[Stored items]
*** Begin section ***
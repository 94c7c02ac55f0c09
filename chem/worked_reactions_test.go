package chem

import (
	"strings"
	"testing"
)

// TestWorkedBalances reproduces the rows of b_redox_balance: the text of the
// balanced equation, and that the electrons lost equal those gained.
func TestWorkedBalances(t *testing.T) {
	for _, row := range workedExamples(t, "b_redox_balance") {
		e := sure(ParseEquation(row.input("skeleton")))(t)
		got, err := Balance(e)
		if err != nil || got.String() != row.expected {
			t.Errorf("%s: Balance(%s) = %s, %v; want %s (%s)", row.id, e, got, err, row.expected, row.source)
			continue
		}
		if n, err := got.Electrons(); err != nil || n <= 0 {
			t.Errorf("%s: Electrons(%s) = %v, %v; want some, it is a redox reaction", row.id, got, n, err)
		}
	}
}

// TestWorkedStoichiometry reproduces the rows of a_stoichiometry.
func TestWorkedStoichiometry(t *testing.T) {
	for _, row := range workedExamples(t, "a_stoichiometry") {
		t.Run(row.id, func(t *testing.T) { solveStoichiometry(t, row) })
	}
}

func solveStoichiometry(t *testing.T, row workedExample) {
	if row.input("equation") == "" {
		solveOneToOne(t, row)
		return
	}
	ask, of, _ := strings.Cut(row.ask, " ")
	e := sure(ParseEquation(row.input("equation")))(t)
	switch ask {
	case "limiting_reagent":
		if got := sure(LimitingReagent(e, reagentsOf(t, row, e)))(t).Reagent; got != row.expected {
			t.Errorf("%s: limiting reagent %s, want %s", row.id, got, row.expected)
		}
	case "theoretical", "mass":
		row.check(t, massFrom(t, e, reagentsOf(t, row, e), strings.TrimPrefix(of, "mass ")).Grams())
	case "amount":
		have := knownAmounts(t, row, e)
		row.check(t, float64(sure(e.FromAmount(have[0].Species, have[0].Amount, of))(t)))
	case "percent":
		product, found := foundProduct(t, row, e)
		theory := massFrom(t, e, reagentsOf(t, row, e), product)
		row.check(t, sure(Yield(found, theory))(t).Percent())
	default:
		t.Fatalf("%s: no way to compute %q", row.id, row.ask)
	}
}

// solveOneToOne solves the rows that give a substrate and not the whole reaction.
func solveOneToOne(t *testing.T, row workedExample) {
	switch row.ask {
	case "percent yield":
		found, formula := productIn(t, row.input("product"))
		theory := formula.MolarMass().Mass(amountIn(t, row.input("substrate")))
		row.check(t, sure(Yield(found, theory))(t).Percent())
	case "maximum mass urea":
		n := sure(ParseFormula("C"))(t).MolarMass().Of(sure(ParseMass(row.input("carbon")))(t))
		urea := sure(ParseFormula("CO(NH2)2"))(t)
		row.check(t, float64(urea.MolarMass().Mass(n)/Kilogram))
	case "catalyst loading":
		tempo := amountIn(t, row.input("TEMPO"))
		row.check(t, sure(CatalystLoading(tempo, amountIn(t, row.input("substrate"))))(t).Percent())
	case "equivalents NaOCl":
		reaction := sure(ParseEquation("C5H12O + NaOCl -> C5H10O + NaCl + H2O"))(t)
		v, c, _ := strings.Cut(row.input("NaOCl"), " of ")
		n := Amount(float64(sure(ParseVolume(v))(t)) * float64(sure(ParseConcentration(c))(t)))
		l := sure(LimitingReagent(reaction, []SpeciesAmount{{"C5H12O", amountIn(t, row.input("substrate"))}, {"NaOCl", n}}))(t)
		row.check(t, l.Reagents[1].Equivalents)
	default:
		t.Fatalf("%s: no way to compute %q", row.id, row.ask)
	}
}

// massFrom returns the mass of a species that goes with what there is, on either
// side of the reaction.
func massFrom(t *testing.T, e Equation, have []SpeciesAmount, of string) Mass {
	t.Helper()
	if _, number, ok := e.Term(of); ok && number > 0 && e.reagent(have[0].Species) >= 0 {
		return sure(e.TheoreticalMass(of, sure(LimitingReagent(e, have))(t).Extent))(t)
	}
	n := sure(e.FromAmount(have[0].Species, have[0].Amount, of))(t)
	return sure(ParseFormula(of))(t).MolarMass().Mass(n)
}

// reagentsOf collects the amounts of a row that stand on the left.
func reagentsOf(t *testing.T, row workedExample, e Equation) []SpeciesAmount {
	t.Helper()
	known := knownAmounts(t, row, e)
	var have []SpeciesAmount
	for _, k := range known {
		if e.reagent(k.Species) >= 0 {
			have = append(have, k)
		}
	}
	if len(have) == 0 {
		return known
	}
	return have
}

// knownAmounts reads the amounts of all species of the reaction that a row gives as
// mass, amount, volume with density, volume with concentration, or as an ore.
func knownAmounts(t *testing.T, row workedExample, e Equation) []SpeciesAmount {
	t.Helper()
	var have []SpeciesAmount
	for _, name := range e.Species() {
		molarMass := sure(ParseFormula(name))(t).MolarMass()
		volume, density, concentration := row.input(name+"_volume"), row.input(name+"_density"), row.input(name+"_conc")
		share := row.input(name + "_mass_fraction")
		switch text := row.input(name); {
		case text == "excess":
		case strings.HasSuffix(text, " g"):
			have = append(have, SpeciesAmount{name, molarMass.Of(sure(ParseMass(text))(t))})
		case strings.HasSuffix(text, " mol"):
			have = append(have, SpeciesAmount{name, sure(ParseAmount(text))(t)})
		case density != "":
			m := sure(ParseDensity(density))(t).Mass(sure(ParseVolume(volume))(t))
			have = append(have, SpeciesAmount{name, molarMass.Of(m)})
		case concentration != "":
			n := float64(sure(ParseVolume(volume))(t)) * float64(sure(ParseConcentration(concentration))(t))
			have = append(have, SpeciesAmount{name, Amount(n)})
		case share != "":
			m := sure(ParseMass(row.input("ore")))(t) * Mass(sure(ParseFraction(share))(t))
			have = append(have, SpeciesAmount{name, molarMass.Of(m)})
		}
	}
	if len(have) == 0 {
		t.Fatalf("%s: no amount understood", row.id)
	}
	return have
}

// foundProduct reads what was obtained.
func foundProduct(t *testing.T, row workedExample, e Equation) (string, Mass) {
	t.Helper()
	for _, name := range e.Species() {
		if text := row.input(name + "_obtained"); text != "" {
			return name, sure(ParseMass(text))(t)
		}
	}
	product := e.Right[0].Species
	if volume := row.input(product + "_volume"); volume != "" {
		return product, sure(ParseDensity(row.input(product + "_density")))(t).Mass(sure(ParseVolume(volume))(t))
	}
	return product, sure(ParseMass(row.input("product")))(t)
}

// productIn reads a product as "menthone C10H18O 74 g".
func productIn(t *testing.T, text string) (Mass, Formula) {
	t.Helper()
	words := strings.Fields(text)
	found := sure(ParseMass(strings.Join(words[len(words)-2:], " ")))(t)
	return found, sure(ParseFormula(words[len(words)-3]))(t)
}

// amountIn reads the amount behind a formula: "menthol C10H20O 90 g", "C5H12O 0.50 mol".
func amountIn(t *testing.T, text string) Amount {
	t.Helper()
	words := strings.Fields(text)
	quantity := strings.Join(words[len(words)-2:], " ")
	if strings.HasSuffix(quantity, "mol") {
		return sure(ParseAmount(quantity))(t)
	}
	formula := sure(ParseFormula(words[len(words)-3]))(t)
	return formula.MolarMass().Of(sure(ParseMass(quantity))(t))
}

// sure returns a function that fails the test on an error and otherwise gives the
// value: sure(f())(t).
func sure[T any](value T, err error) func(*testing.T) T {
	return func(t *testing.T) T {
		t.Helper()
		if err != nil {
			t.Fatal(err)
		}
		return value
	}
}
*** End section ***
Problem. Go through the data above and tally every line that includes "foundProduct". State only the total.

Task solution. 3